[Records from a dataset]

───

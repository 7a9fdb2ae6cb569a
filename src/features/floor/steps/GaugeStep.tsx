import { useState } from 'react';
import type { StepOf } from '@/domain/plan';
import { knownLots } from '../known-lots';
import { LotEntry } from '../LotEntry';
import { MainAction } from '@/components/MainAction';
import { StepFrame } from '../StepFrame';
import { dataOf } from '../done-words';
import { endToRead, type End, type ThreadLots } from '../gauge-reading';
import { useRun, type Run } from '../run-context';
import { GaugeKept } from './GaugeKept';
import { GaugeParts } from './GaugeParts';
import { GaugeRead } from './GaugeRead';

/**
 * The oil clearance of one rod: front, then rear, each read off the card and judged after it is kept. An end that
 * is inside goes over to the next screen with its verdict; one that isn't has a screen of its own.
 */
export function GaugeStep({ step }: { step: StepOf<'gauge'> }) {
  const run = useRun();
  const rod = step.rod === undefined ? undefined : run.state.rods[step.rod];
  const [lots, setLots] = useState(() => lotsInUse(run));
  const [again, setAgain] = useState<End>();
  const [byParts, setByParts] = useState(false);
  const [keptEnd, setKeptEnd] = useState<End | undefined>(() => endToShow(run, step));
  const kept = keptEnd !== undefined && again === undefined ? rod?.[keptEnd] : undefined;
  const isPassing = kept?.verdict === 'inside' && (!rod?.front || !rod.rear);
  if (kept && rod && !isPassing) {
    return (
      <GaugeKept
        step={step}
        rod={rod}
        kept={kept}
        onRear={() => setKeptEnd(undefined)}
        onReadAgain={(end) => setAgain(end)}
        onByParts={(end) => {
          setAgain(end);
          setByParts(true);
        }}
      />
    );
  }
  const end = endToRead(rod, again);
  function settleKept() {
    setAgain(undefined);
    setByParts(false);
    setKeptEnd(end);
  }
  if (byParts) {
    return (
      <GaugeParts
        key={end}
        step={step}
        rod={rod}
        end={end}
        onThread={() => setByParts(false)}
        onKept={settleKept}
      />
    );
  }
  if (!lots) return <AskThread step={step} onLots={setLots} />;
  return (
    <GaugeRead
      key={`${end} ${again ?? ''}`}
      step={step}
      rod={rod}
      end={end}
      lots={lots}
      onOtherThread={() => setLots(undefined)}
      onByParts={() => setByParts(true)}
      onKept={settleKept}
    />
  );
}

/** The end whose own screen comes first: the rear once it is read, else a front that isn't inside. */
function endToShow({ state }: Run, { rod }: StepOf<'gauge'>): End | undefined {
  const present = rod === undefined ? undefined : state.rods[rod];
  if (present?.rear) return 'rear';
  return present?.front && present.front.verdict !== 'inside' ? 'front' : undefined;
}

/** Thread and card as last used on this job, else the only lot of the kit check. */
function lotsInUse({ state }: Run): ThreadLots | undefined {
  const gauged = Object.values(state.steps)
    .flatMap(({ entries }) => entries.filter(({ kind }) => kind === 'gauged'))
    .sort((a, b) => a.at.localeCompare(b.at))
    .map((kept) => dataOf(kept, 'gauged'))
    .findLast(({ threadLot }) => threadLot !== undefined);
  if (gauged?.threadLot !== undefined && gauged.cardLot !== undefined)
    return { thread: gauged.threadLot, card: gauged.cardLot };
  const known = knownLots(state, 'gauging thread');
  const [only] = known;
  return known.length === 1 && only !== undefined ? { thread: only, card: only } : undefined;
}

function AskThread({ step, onLots }: { step: StepOf<'gauge'>; onLots: (lots: ThreadLots) => void }) {
  const { state } = useRun();
  const [lot, setLot] = useState('');
  const { thread } = state.plan.engine.card;
  return (
    <StepFrame
      step={step}
      side={null}
      heading={<h1 className="floor-step pb-2">Which thread, with its own card?</h1>}
      main={
        <MainAction
          label="Use this thread and its card"
          why={lot === '' ? 'the lot is needed' : undefined}
          onPress={() => onLots({ thread: lot, card: lot })}
        />
      }
    >
      <p className="pb-4 text-lg text-soft">{thread}. A thread is read against the card of its own packet.</p>
      <LotEntry
        part="gauging thread"
        known={knownLots(state, 'gauging thread')}
        value={lot}
        onChange={setLot}
      />
    </StepFrame>
  );
}
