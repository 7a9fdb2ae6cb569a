import { useState } from 'react';
import { ChoiceRows } from '@/components/ChoiceRows';
import { MainAction } from '@/components/MainAction';
import { QuietButton } from '@/components/QuietButton';
import { addExact, exactOf, exactToNumber, formatDecimal, subtractExact } from '@/domain/decimal';

import { lastOf } from '@/domain/job-kept';
import type { JobState, RodState, ShellFitted } from '@/domain/job-state';
import type { StepOf } from '@/domain/plan';
import { shellLots } from '../known-lots';
import { LotEntry } from '../LotEntry';
import { RecordAction } from '../RecordAction';
import { StepFrame } from '../StepFrame';
import { clearanceLimit } from '@/domain/engine-view';
import { useRun } from '../run-context';

type Half = 'upper' | 'lower';

/** Which grade and lot of shell goes into each half of the rod. */
export function ChooseShellsStep({ step }: { step: StepOf<'choose-shells'> }) {
  const { state } = useRun();
  const rod = step.rod === undefined ? undefined : state.rods[step.rod];
  const [shells, setShells] = useState<Record<Half, ShellFitted>>(() => firstChoice(state, rod));
  const [asksLot, setAsksLot] = useState<Half>();
  const isAfterReading =
    rod?.front !== undefined || rod?.rear !== undefined || (rod?.voidReadings.length ?? 0) > 0;
  const predicted = predictedClearance(state, rod, shells);
  const missing = (['upper', 'lower'] as const).find((half) => shells[half].lot === '');
  if (asksLot !== undefined) {
    return (
      <AskLot
        step={step}
        half={asksLot}
        grade={shells[asksLot].grade}
        value={shells[asksLot].lot}
        onLot={(lot) => setShells({ ...shells, [asksLot]: { ...shells[asksLot], lot } })}
        onClose={() => setAsksLot(undefined)}
      />
    );
  }
  return (
    <StepFrame
      step={step}
      main={
        <RecordAction
          label="Shells chosen"
          why={missing === undefined ? undefined : `the lot of the ${missing} shell is needed`}
          drafts={() => [
            {
              kind: 'chose-shells',
              step: step.id,
              data: {
                ...shells,
                ...(predicted === undefined ? {} : { predicted }),
                ...(isAfterReading ? { reason: 'the clearance read with other shells' } : {}),
              },
            },
          ]}
        />
      }
    >
      <div className="grid gap-8 @lg/floor-main:grid-cols-2">
        {(['upper', 'lower'] as const).map((half) => (
          <div key={half} className="grid content-start gap-3">
            <ChoiceRows
              label={`${half === 'upper' ? 'Upper' : 'Lower'} shell, ${step.rod ?? ''}${half === 'upper' ? 'U' : 'L'}`}
              choices={state.plan.engine.shells.grades.map(({ grade, wall }) => ({
                value: grade,
                label: grade,
                note: wallWords(wall),
              }))}
              value={shells[half].grade}
              onChoose={(grade) => setShells({ ...shells, [half]: { grade, lot: lotFor(state, grade) } })}
            />
            <QuietButton
              shape="wide"
              label={shells[half].lot === '' ? `Lot of the ${half} shell` : `Lot ${shells[half].lot}, change`}
              onPress={() => setAsksLot(half)}
            />
          </div>
        ))}
      </div>
      {predicted !== undefined && (
        <p className="pt-4 text-lg">
          Predicted from the last reading: <span className="figure font-semibold">{predicted} mm</span>. A
          prediction is not a measurement: it is gauged again.
        </p>
      )}
    </StepFrame>
  );
}

interface AskLotProps {
  step: StepOf<'choose-shells'>;
  half: Half;
  grade: string;
  value: string;
  onLot: (lot: string) => void;
  onClose: () => void;
}

function AskLot({ step, half, grade, value, onLot, onClose }: AskLotProps) {
  const { state } = useRun();
  return (
    <StepFrame
      step={step}
      side={null}
      heading={<h1 className="floor-step pb-3">Lot of the {half} shell</h1>}
      quiet={<QuietButton label="Back" onPress={onClose} />}
      main={
        <MainAction
          label={value === '' ? 'Use this lot' : `Use lot ${value}`}
          why={value === '' ? 'the lot is needed' : undefined}
          onPress={onClose}
        />
      }
    >
      <LotEntry part={`${half} shell`} known={shellLots(state, grade)} value={value} onChange={onLot} />
    </StepFrame>
  );
}

/** What is in the rod now, else the standard grade. */
function firstChoice(state: JobState, rod: RodState | undefined): Record<Half, ShellFitted> {
  const { standard } = state.plan.engine.shells;
  const fresh: ShellFitted = { grade: standard, lot: lotFor(state, standard) };
  return { upper: rod?.upper ?? fresh, lower: rod?.lower ?? fresh };
}

/** The lot last used for a grade on this job, else the only one of the kit check. */
function lotFor(state: JobState, grade: string): string {
  const used = state.plan.steps
    .flatMap((step) =>
      step.kind === 'choose-shells' ? (lastOf(state.steps[step.id], 'chose-shells') ?? []) : [],
    )
    .flatMap(({ data }) => [data.upper, data.lower])
    .findLast((shell) => shell.grade === grade);
  const known = shellLots(state, grade);
  return used?.lot ?? (known.length === 1 ? (known[0] ?? '') : '');
}

/** The last reading less what the other walls take; nothing where nothing was read or nothing changes. */
function predictedClearance(
  state: JobState,
  rod: RodState | undefined,
  shells: Record<Half, ShellFitted>,
): string | undefined {
  const reading = rod?.rear ?? rod?.front ?? rod?.voidReadings.at(-1);
  if (!reading || !rod?.upper || !rod.lower || !clearanceLimit(state)) return undefined;
  const wall = ({ grade }: ShellFitted) =>
    exactOf(state.plan.engine.shells.grades.find((g) => g.grade === grade)?.wall ?? '0');
  const change = subtractExact(
    addExact(wall(shells.upper), wall(shells.lower)),
    addExact(wall(rod.upper), wall(rod.lower)),
  );
  const places = (reading.clearance.split('.')[1] ?? '').length;
  const predicted = exactToNumber(subtractExact(exactOf(reading.clearance), change));
  return predicted > 0 ? formatDecimal(predicted, places) : undefined;
}

function wallWords(wall: string): string {
  if (Number(wall) === 0) return 'standard wall';
  return Number(wall) > 0 ? `wall +${wall} mm, less clearance` : `wall ${wall} mm, more clearance`;
}
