import { useState } from 'react';
import { HoldButton } from '@/components/HoldButton';
import { Keypad } from '@/components/Keypad';
import { QuietButton } from '@/components/QuietButton';
import { Verdict } from '@/components/Verdict';
import { entryForAction } from '@/domain/job-tightening';
import type { ToolInHand } from '@/domain/job-state';
import type { StepOf } from '@/domain/plan';
import { judgeReading, type StageAction } from '@/domain/tightening';
import type { Draft } from '@/offline/record';
import { amountWords } from '../done-words';
import { decimalText, isNumber } from '../numbers';
import { RecordAction } from '../RecordAction';
import { StepFrame } from '../StepFrame';
import { toolUsed } from '../tighten-touch';
import { useRun } from '../run-context';

interface TypedReadingProps {
  step: StepOf<'tighten'>;
  action: StageAction;
  tool: ToolInHand | undefined;
  onClose: () => void;
}

type Outcome = 'done' | 'short and continued' | 'over';

/** A reading of torque or angle keyed in instead of confirmed; short goes on, over condemns the bolt. */
export function TypedReading({ step, action, tool, onClose }: TypedReadingProps) {
  const run = useRun();
  const [value, setValue] = useState('');
  const isAngle = action.spec.kind === 'angle';
  const unit = isAngle ? '°' : 'N·m';
  const judged = isNumber(value) ? judgeReading(action.spec, Number(value)) : undefined;
  const drafts = (outcome: Outcome): Draft[] =>
    typedDrafts(run.state, { step, action, tool }, decimalText(value), outcome);
  const target =
    action.spec.kind === 'torque' || action.spec.kind === 'angle' ? String(action.spec.target) : '';
  return (
    <StepFrame
      step={step}
      side={
        <Keypad
          label={isAngle ? 'Angle turned in this pass' : 'Torque reached'}
          unit={unit}
          value={value}
          onChange={setValue}
        />
      }
      heading={
        <h1 className="floor-step pb-2">
          {action.bolt}: {isAngle ? 'angle' : 'torque'} read
        </h1>
      }
      quiet={<QuietButton label="Confirm only" onPress={onClose} />}
      then={`asked: ${amountWords(target, unit)}`}
      main={
        judged === 'over' ? (
          <HoldButton
            size="main"
            tone="stop"
            label={`Condemn ${action.bolt}`}
            onHeld={() => void run.record(drafts('over'))}
          />
        ) : judged === 'under' ? (
          <RecordAction
            label={`Went on to ${amountWords(target, unit)}`}
            drafts={() => drafts('short and continued')}
          />
        ) : (
          <RecordAction
            label={judged === undefined ? 'Keep the reading' : `Keep ${amountWords(value, unit)}`}
            why={judged === undefined ? 'key in what you read' : undefined}
            drafts={() => drafts('done')}
          />
        )
      }
    >
      <div className="max-w-xl pt-4">
        {judged === 'over' && (
          <Verdict kind="outside" word="Too far">
            The bolt is scrap. Its partner is let off, a new bolt goes in, and the cap starts again at its
            first cycle.
          </Verdict>
        )}
        {judged === 'under' && (
          <Verdict kind="unsure" word="Short">
            Go on to {amountWords(target, unit)} in the same direction, never back. Touch when it is there.
          </Verdict>
        )}
      </div>
    </StepFrame>
  );
}

function typedDrafts(
  state: Parameters<typeof entryForAction>[0],
  { step, action, tool }: Omit<TypedReadingProps, 'onClose'>,
  value: string,
  outcome: Outcome,
): Draft[] {
  const entry = entryForAction(state, step, action);
  if (entry?.kind !== 'tightened') return [];
  const data = {
    ...entry.data,
    how: 'typed' as const,
    value,
    outcome,
    ...(tool ? { tool: toolUsed(tool) } : {}),
  };
  return [{ kind: 'tightened', step: step.id, data }];
}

───

**PROBLEM DESCRIPTION**
Reprint exactly the lines above that start at the one with "useRun, type Run" and end at the one with "StepOf<'gauge'>): End |", keeping both and adding none.

**REPLY TO THE EXERCISE**
import { useRun, type Run } from '../run-context';
import { GaugeKept } from './GaugeKept';
import { GaugeParts } from './GaugeParts';
import { GaugeRead } from './GaugeRead';

/**
 * The oil clearance of one rod: front, then rear, each read off the card and judged after it is kept. An end that
 * is inside goes over to the next screen with its verdict; one that isn't has a screen of its own.
 */
export function GaugeStep({ step }: { step: StepOf<'gauge'> }) {
  const run = useRun();
  const rod = step.rod === undefined ? undefined : run.state.rods[step.rod];
  const [lots, setLots] = useState(() => lotsInUse(run));
  const [again, setAgain] = useState<End>();
  const [byParts, setByParts] = useState(false);
  const [keptEnd, setKeptEnd] = useState<End | undefined>(() => endToShow(run, step));
  const kept = keptEnd !== undefined && again === undefined ? rod?.[keptEnd] : undefined;
  const isPassing = kept?.verdict === 'inside' && (!rod?.front || !rod.rear);
  if (kept && rod && !isPassing) {
    return (
      <GaugeKept
        step={step}
        rod={rod}
        kept={kept}
        onRear={() => setKeptEnd(undefined)}
        onReadAgain={(end) => setAgain(end)}
        onByParts={(end) => {
          setAgain(end);
          setByParts(true);
        }}
      />
    );
  }
  const end = endToRead(rod, again);
  function settleKept() {
    setAgain(undefined);
    setByParts(false);
    setKeptEnd(end);
  }
  if (byParts) {
    return (
      <GaugeParts
        key={end}
        step={step}
        rod={rod}
        end={end}
        onThread={() => setByParts(false)}
        onKept={settleKept}
      />
    );
  }
  if (!lots) return <AskThread step={step} onLots={setLots} />;
  return (
    <GaugeRead
      key={`${end} ${again ?? ''}`}
      step={step}
      rod={rod}
      end={end}
      lots={lots}
      onOtherThread={() => setLots(undefined)}
      onByParts={() => setByParts(true)}
      onKept={settleKept}
    />
  );
}

/** The end whose own screen comes first: the rear once it is read, else a front that isn't inside. */
function endToShow({ state }: Run, { rod }: StepOf<'gauge'>): End | undefined {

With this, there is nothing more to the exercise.